Las Vegas, never change. 93 year old man upset about water damage in his apartment, knee caps the maintenance man with his glock. Twice.
Are his eyes different colors, or is that the flash? He looks like he just got through saying "and I'll whip your ass, too, sonny."
Six is a stretch. He’s old enough to go to prison, be there a couple of days, and decide to fall asleep and never wake up.
Hell, that initial throw to the ground by the cop could very well have fractured a hip which could do him in quickly at that age... too old to operate, too weak to heal.

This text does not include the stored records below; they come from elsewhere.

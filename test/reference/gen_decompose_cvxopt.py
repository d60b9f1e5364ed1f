"""Reference optima of the adaptive decomposition from Debian's python3-cvxopt (a general
QP solver, cvxopt.solvers.qp), at small n:

  minimise 1/2 sum w_i (y_i - t_i - s_i - o_i)^2 + lam ||D(x, k+1) t||_1 + rho ||o||_1
  s = A theta: per-phase effects (phase = grid step mod period) summing to zero over the period,
  or, for a period that is not a whole number, Fourier terms cos/sin(2 pi j g / period), j = 1..K,
  K = min(10, floor((period - 1) / 2)), g the grid step of x;

written as a QP in (t, theta, o, a, b) with -a <= D t <= a, -b <= o <= b. D(x, q) is the
divided-difference operator of trend filtering on unequal x: D(x, 1) first differences,
D(x, j+1) = D1 diag(j / (x_{i+j} - x_i)) D(x, j). The series are invented and seeded
(numpy RandomState); x have gaps (dropped grid steps), so phases come from x.
Solved with kktsolver='ldl' (the default Cholesky-based one fails on the singular quadratic term)
at the tightest tolerance (1e-12 down to 1e-8) at which cvxopt reports 'optimal'.
Writes fixtures/decompose_cvxopt.json.
"""
import json
import os

import numpy as np
import cvxopt
from cvxopt import matrix, solvers


def diff_op(x, q):
    n = len(x)
    D = np.eye(n)
    for s in range(1, q + 1):
        length = D.shape[0]
        if s >= 2:
            j = s - 1
            scale = np.array([j / (x[i + j] - x[i]) for i in range(length)])
            D = scale[:, None] * D
        D = D[1:] - D[:-1]
    return D


def season_matrix(g, period):
    n = len(g)
    if float(period).is_integer():
        P = int(period)
        A = np.zeros((n, P))
        A[np.arange(n), g % P] = 1.0
        return A, np.ones((1, P))
    K = min(10, int(np.floor((period - 1) / 2)))
    cols = []
    for j in range(1, K + 1):
        cols.append(np.cos(2 * np.pi * j * g / period))
        cols.append(np.sin(2 * np.pi * j * g / period))
    return np.column_stack(cols), None


def solve(x, y, w, k, lam, rho, period, step):
    n = len(x)
    g = np.round((x - x[0]) / step).astype(int)
    A, C = season_matrix(g, period)
    q = A.shape[1]
    D = diff_op(x, k + 1)
    m = D.shape[0]
    N = n + q + n + m + n
    M = np.hstack([np.eye(n), A, np.eye(n)])
    W = np.diag(w)
    P = np.zeros((N, N))
    P[: 2 * n + q, : 2 * n + q] = M.T @ W @ M
    c = np.zeros(N)
    c[: 2 * n + q] = -M.T @ W @ y
    c[2 * n + q: 2 * n + q + m] = lam
    c[2 * n + q + m:] = rho
    G = np.zeros((2 * m + 2 * n, N))
    it, ia = 0, 2 * n + q
    G[:m, :n] = D
    G[:m, ia:ia + m] = -np.eye(m)
    G[m:2 * m, :n] = -D
    G[m:2 * m, ia:ia + m] = -np.eye(m)
    io, ib = n + q, 2 * n + q + m
    G[2 * m:2 * m + n, io:io + n] = np.eye(n)
    G[2 * m:2 * m + n, ib:ib + n] = -np.eye(n)
    G[2 * m + n:, io:io + n] = -np.eye(n)
    G[2 * m + n:, ib:ib + n] = -np.eye(n)
    h = np.zeros(2 * m + 2 * n)
    kw = {}
    if C is not None:
        Aeq = np.zeros((1, N))
        Aeq[0, n:n + q] = C
        kw = {"A": matrix(Aeq), "b": matrix(np.zeros(1))}
    # the tightest tolerances at which cvxopt reports 'optimal' (it stalls below its attainable accuracy)
    for tol in (1e-12, 1e-11, 1e-10, 1e-9, 1e-8):
        solvers.options.update({"show_progress": False, "abstol": tol, "reltol": tol, "feastol": tol, "maxiters": 300})
        sol = solvers.qp(matrix(P), matrix(c), matrix(G), matrix(h), kktsolver="ldl", **kw)
        if sol["status"] == "optimal":
            break
    z = np.array(sol["x"]).ravel()
    t, theta, o = z[:n], z[n:n + q], z[n + q:2 * n + q]
    s = A @ theta
    r = y - t - s - o
    obj = 0.5 * np.sum(w * r ** 2) + lam * np.sum(np.abs(D @ t)) + rho * np.sum(np.abs(o))
    return {"status": sol["status"], "tolerance": tol, "gap": sol["gap"], "relative_gap": sol["relative gap"], "objective": obj,
            "trend": t.tolist(), "season": s.tolist(), "spikes": o.tolist()}


def case(name, seed, n_grid, drop, period, k, lam, rho, weighted, step=1.0, x0=1.0):
    rs = np.random.RandomState(seed)
    g_all = np.arange(n_grid)
    keep = np.ones(n_grid, bool)
    keep[rs.choice(np.arange(2, n_grid - 2), drop, replace=False)] = False
    g = g_all[keep]
    x = x0 + step * g
    n = len(x)
    tt = g / n_grid
    trend = 10 + 4 * tt + 6 * np.maximum(tt - 0.55, 0) + (2.5 if k == 1 else 0) * (tt > 0.3)
    if float(period).is_integer():
        pattern = rs.normal(0, 1.5, int(period))
        pattern -= pattern.mean()
        season = pattern[g % int(period)]
    else:
        season = 1.8 * np.sin(2 * np.pi * g / period) + 0.7 * np.cos(4 * np.pi * g / period)
    y = trend + season + rs.normal(0, 0.4, n)
    spike_at = rs.choice(np.arange(3, n - 3), 2, replace=False)
    y[spike_at] += np.array([5.0, -4.0])
    w = rs.uniform(0.5, 2.0, n) if weighted else np.ones(n)
    out = solve(x, y, w, k, lam, rho, period, step)
    return {"name": name, "x": x.tolist(), "y": y.tolist(), "w": w.tolist(), "weighted": weighted, "order": k, "penalty": lam,
            "spikePenalty": rho, "period": period, **out}


cases = [
    case("period-4-order-1-gaps", 11, 64, 4, 4, 1, 2.0, 1.2, False),
    case("period-7-order-2-weighted-spacing-0.5", 12, 70, 5, 7, 2, 0.5, 1.0, True, step=0.5, x0=3.0),
    case("period-12.5-fourier-order-1", 13, 76, 3, 12.5, 1, 1.5, 1.5, False),
    case("period-6-order-0-weighted", 14, 60, 4, 6, 0, 1.0, 1.2, True),
]
out = {"source": "cvxopt.solvers.qp (Debian python3-cvxopt)", "version": cvxopt.__version__, "numpy": np.__version__,
       "note": __doc__.strip(), "cases": cases}
with open(os.path.join(os.path.dirname(os.path.abspath(__file__)), "fixtures", "decompose_cvxopt.json"), "w") as f:
    json.dump(out, f)
for c in cases:
    print(c["name"], c["status"], c["tolerance"], c["relative_gap"], c["objective"])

That’s the best ending. Hopefully the miserable old fuck dies before some shit-on-his-shoes lawyer claims senility for him, and they let him out to shoot more people.
Am I wrong for thinking that Motley Crue are being douche bags by having an "official farewell tour," then months later going back on tour? I'm not interested in seeing them now; I already saw them in '98 at the South Padre Island convention center (fun fact: I snuck into that show), but I'm sure that the people who shelled out premium prices for the "farewell tour" must feel pretty gypped.
Don’t they all do that, though? The Eagles, KISS, etc. They milk that shit for all it’s worth. Motley Crue is coming to Atlanta with Poison and Def Leppard this spring and I’m somewhat intrigued. Then I saw nosebleeds were $250 and I lost all interest.
I saw the “Final Tour” and I’m not paying to see them again. Not because I don’t like Motley Crüe, but it’s because Vince Neil fucking sucks. Alice Cooper as the opening act blew them out of the water. I’ve seen Crue six times, Neil has performed well once. He’s a lazy fat hack now, and his talent isn’t going to magically return to him when he’s 57.
Still fairly new to this cigar thing. For years and years "cigars" to me meant black n milds and swisher sweets. Every once in a while I'd treat myself with a Romeo Y Julieta. So once I stopped stopped drinking I saved a shitload of money and my wife had no problem with me having a different vice. So I was looking for a better humidor to replace the cheapo wood one I have at home, came across this jar humidor that's gonna be a fucking perfect way to travel with them! I normally don't have more than about 5-10 sticks on me at a time, just trying out different things to see what I like, so that'll be ideal.
I thought their guitarist had some degenerative bone disease that was turning him into an actual living fossil? I saw Peter Frampton this past summer because he has a muscle disease and had a last tour. He wasn't some ungodly guitar wailer but Im glad I went.